Although it is quite common that penetrative sex through the vaginal entrance sometimes stimulates pleasure, the Vulva is a great source to ensure pleasure and intimacy. It can be explored by yourself or with a partner(s). It may seem a bit different than other forms of intimacy or masturbation techniques, but here you will learn a few key steps to help you get ready to love your Vulva.

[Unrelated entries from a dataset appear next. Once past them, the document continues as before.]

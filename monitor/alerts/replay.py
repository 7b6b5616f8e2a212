"""Replaying the rules over the returns history, one business day at a time.

Pure: numpy arrays, rules and an alert book in; per-day alert events out. The pipeline
reads the store, calls :func:`replay`, and persists what it yields; nothing here touches
the store, the clock or the disk.

A replay runs the engine once per measure the rules read (as per-pair streams over the
union of the rules' pairs), keeps a short ring buffer of earlier days for rules that
look back (``jump``, the ``adjacent`` shift test), builds one :class:`DayInputs` per day
and steps every rule's alerts. Because the engine's results from any start row equal a
full pass (its warm-up reaches back as needed), resuming from a saved alert book at row
``t`` gives exactly the events a replay from row 0 gives from ``t`` on.
"""

from __future__ import annotations

import contextlib
import datetime as dt
import functools
import hashlib
import json
import queue
import threading
from collections import deque
from collections.abc import Callable, Generator, Iterator, Mapping, Sequence
from dataclasses import dataclass, field
from typing import Any

import numpy as np
import numpy.typing as npt

from monitor.alerts.book import AlertBook, AlertEvent
from monitor.engine.pairdates import OwnHistory, stream_on_pair_dates
from monitor.rules import Condition, DayInputs, MeasureDay, PairLayout, Rule
from monitor.rules.registry import lags_needed, measures_needed, pairs_needed

BoolArray = npt.NDArray[np.bool_]


@dataclass(frozen=True)
class Mute:
    """A mute as the replay sees it: a rule (or None: any rule) and a target label (or
    None: every target), from one date to another, both included."""

    rule: str | None
    target: str | None
    from_on: dt.date
    until: dt.date


@dataclass(frozen=True)
class Plan:
    """What a replay computes: rules, the instruments, the pair union and the measures."""

    rules: tuple[Rule, ...]
    symbols: tuple[str, ...]
    pairs: npt.NDArray[np.int64]
    layout: PairLayout
    measures: tuple[str, ...]
    lags: tuple[tuple[str, int], ...]
    level: float

    @property
    def max_lag(self) -> int:
        return max((lag for _, lag in self.lags), default=0)

    @property
    def history_rows(self) -> int:
        """Rows of standardised returns the rules read (0: none)."""
        return max((rule.history_rows() for rule in self.rules), default=0)

    @property
    def rule_names(self) -> tuple[str, ...]:
        return tuple(rule.name for rule in self.rules)


def make_plan(rules: Sequence[Rule], symbols: Sequence[str], *, level: float) -> Plan:
    pairs = pairs_needed(rules, len(symbols))
    return Plan(
        rules=tuple(rules), symbols=tuple(symbols), pairs=pairs,
        layout=PairLayout(pairs, len(symbols)), measures=tuple(measures_needed(rules)),
        lags=tuple(lags_needed(rules)), level=level,
    )


def scope_hash(parts: Mapping[str, Any]) -> str:
    """A stable hash of everything that decides a replay's results (rules, returns, level,
    symbols): saved state is only reused under the same hash."""
    text = json.dumps(parts, sort_keys=True, default=str, separators=(",", ":"))
    return hashlib.sha256(text.encode()).hexdigest()


@dataclass
class DayEvents:
    """The events of one evaluated business day."""

    t: int
    date: dt.date
    events: list[AlertEvent] = field(default_factory=list)


AckLookup = Callable[[Rule, dt.date], BoolArray | None]


_DONE = object()


def prefetch(items: Iterator[Any], depth: int = 16) -> Generator[Any, None, None]:
    """Run `items` in a background thread, `depth` items ahead of the consumer.

    The engine's numpy work releases the GIL, so on a machine with two cores the next
    days' correlations are computed while the rules and the alert book handle today's.
    Results are the same objects in the same order; an error in the producer is raised
    in the consumer.
    """
    buffer: queue.Queue[Any] = queue.Queue(maxsize=depth)
    stop = threading.Event()

    def produce() -> None:
        try:
            for item in items:
                while not stop.is_set():
                    try:
                        buffer.put(item, timeout=0.1)
                        break
                    except queue.Full:
                        continue
                if stop.is_set():
                    return
            buffer.put(_DONE)
        except BaseException as exc:  # handed to the consumer, who raises it
            buffer.put(exc)

    worker = threading.Thread(target=produce, name="comove-engine", daemon=True)
    worker.start()
    try:
        while True:
            item = buffer.get()
            if item is _DONE:
                return
            if isinstance(item, BaseException):
                raise item
            yield item
    finally:
        stop.set()
        worker.join(timeout=5)


def _days(streams: Mapping[str, Iterator[Any]]) -> Iterator[dict[str, Any]]:
    """One dict of every measure's result per day, from the per-measure streams."""
    while True:
        day: dict[str, Any] = {}
        for text, results in streams.items():
            item = next(results, None)
            if item is None:
                return
            day[text] = item
        yield day


RemoteConditions = Callable[[Rule, int], Condition]
"""A rule's condition on row t computed elsewhere (the tiles of a distributed backfill)."""


def day_inputs(
    returns: np.ndarray,
    dates: Sequence[dt.date],
    plan: Plan,
    *,
    from_t: int,
    stop_t: int,
    days_without_close: np.ndarray | None = None,
    days_unchanged: np.ndarray | None = None,
) -> Iterator[tuple[int, DayInputs | None]]:
    """Rows ``from_t .. stop_t-1`` with the :class:`DayInputs` the rules of `plan` read
    (None when `plan` has no rules: nothing is computed)."""
    if not plan.rules:
        for t in range(from_t, stop_t):
            yield t, None
        return
    warm_t = max(0, from_t - plan.max_lag)
    # Every pair on its own dates (monitor.engine.pairdates): the values `series` shows.
    streams = {
        text: stream_on_pair_dates(returns, text, plan.pairs, start=warm_t, stop=stop_t,
                                   level=plan.level)
        for text in plan.measures
    }
    history: dict[str, deque[Any]] = {
        text: deque(maxlen=plan.max_lag + 1) for text in plan.measures
    }
    rows = plan.history_rows
    # Standardised on each instrument's own dates, computed on the whole matrix: each value
    # depends only on its trailing own rows, so every start row sees the same numbers.
    own = OwnHistory(returns[:stop_t]) if rows else None
    # Closed on every way out, so the engine thread never outlives the replay.
    with contextlib.closing(prefetch(_days(streams))) as computed:
        for t in range(warm_t, stop_t):
            today: dict[str, Any] = {}
            results = next(computed)
            for text in streams:
                # The engine's day result goes to the rules as it is: its band is computed
                # only when a rule reads it. Each day is a fresh array, so earlier days held
                # for look-backs stay valid.
                day = results[text]
                history[text].append(day)
                today[text] = day
            if t < from_t:
                continue
            lagged = {}
            for text, lag in plan.lags:
                past = history[text]
                lagged[(text, lag)] = (past[-1 - lag] if len(past) > lag
                                       else MeasureDay.missing(len(plan.pairs)))
            yield t, DayInputs(
                date=dates[t], measures=today, layout=plan.layout, lagged=lagged,
                days_without_close=None if days_without_close is None else days_without_close[t],
                days_unchanged=None if days_unchanged is None else days_unchanged[t],
                scaled_history=None if own is None else own.instruments(t, rows),
                scaled_pairs=None if own is None else functools.partial(own.pairs, t, rows),
            )


def replay(
    returns: np.ndarray,
    dates: Sequence[dt.date],
    plan: Plan,
    book: AlertBook,
    *,
    from_t: int = 0,
    stop_t: int | None = None,
    days_without_close: np.ndarray | None = None,
    days_unchanged: np.ndarray | None = None,
    mutes: Sequence[Mute] = (),
    acknowledged: AckLookup | None = None,
    remote: tuple[frozenset[str], RemoteConditions] | None = None,
) -> Iterator[DayEvents]:
    """Step every rule of `plan` over rows `from_t .. stop_t-1` of `returns` (T, N).

    `book` must hold the state after row `from_t - 1` (a new book for `from_t` = 0).
    `acknowledged(rule, date)` returns the mask of the rule's targets whose open alert is
    acknowledged on that date, or None for none. `remote` names the rules whose conditions
    were computed elsewhere and the lookup that gives them (a distributed backfill); the
    other rules are evaluated here. Yields one DayEvents per row.
    """
    stop_t = returns.shape[0] if stop_t is None else stop_t
    names, lookup = remote if remote is not None else (frozenset(), None)
    local = plan if not names else make_plan(
        [rule for rule in plan.rules if rule.name not in names], plan.symbols, level=plan.level)
    for t, inputs in day_inputs(returns, dates, local, from_t=from_t, stop_t=stop_t,
                                days_without_close=days_without_close,
                                days_unchanged=days_unchanged):
        date = dates[t]
        out = DayEvents(t, date)
        for rule in plan.rules:
            if lookup is not None and rule.name in names:
                condition = lookup(rule, t)
            else:
                assert inputs is not None
                condition = rule.evaluate(inputs)
            muted = _muted(rule, date, mutes)
            acked = acknowledged(rule, date) if acknowledged is not None else None
            out.events.extend(book.step(rule, condition, date, acknowledged=acked, muted=muted))
        yield out


def _muted(rule: Rule, date: dt.date, mutes: Sequence[Mute]) -> BoolArray | None:
    active = [m for m in mutes if m.from_on <= date <= m.until
              and (m.rule is None or m.rule == rule.name)]
    if not active:
        return None
    if any(m.target is None for m in active):
        return np.ones(len(rule.targets), dtype=bool)
    return rule.targets.mask(m.target for m in active if m.target is not None)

  1. Set the mood and atmosphere for the Vulva’s pleasure. Whether it’s setting the atmosphere with music, lights, and scents, this can help stimulate and enhance the environment to put you in the right mood. Whether it’s the partner or yourself, being able to know what is good for you and your partner is essential to bringing a pleasurable experience.
  2. Don’t rush. A light form of foreplay during this moment can bring buildup for long-lasting pleasure.
  3. Maintaining eye contact keeps you engaged and connected to a level of intimacy
  4. Engage in full-body physical touch so that she and her vulva will be ready, this helps create arousal and anticipation
  5. Communicate sensual questions such as: “How does that feel? Should I keep going? Do you like that?”
  6. Use sex toys to explore your pleasure, not just with your hands, the Vulva is an external part of the Vagina and can use other outside forms of stimulation.

 

Conclusion

Being aware of the care and intimate love your Vulva needs and deserves is the next step to your overall sexual health and wellness. Even though the Vagina might be the star of the show when it comes to all things self-care and pleasure, externally, your Vulva is a massive part of that. Knowing what can keep your Vulva protected and cared for will give you a better quality of life and health. Add these self-care and maintenance details to your Vulva care routine. Explore the sexual possibilities your Vulva has to offer.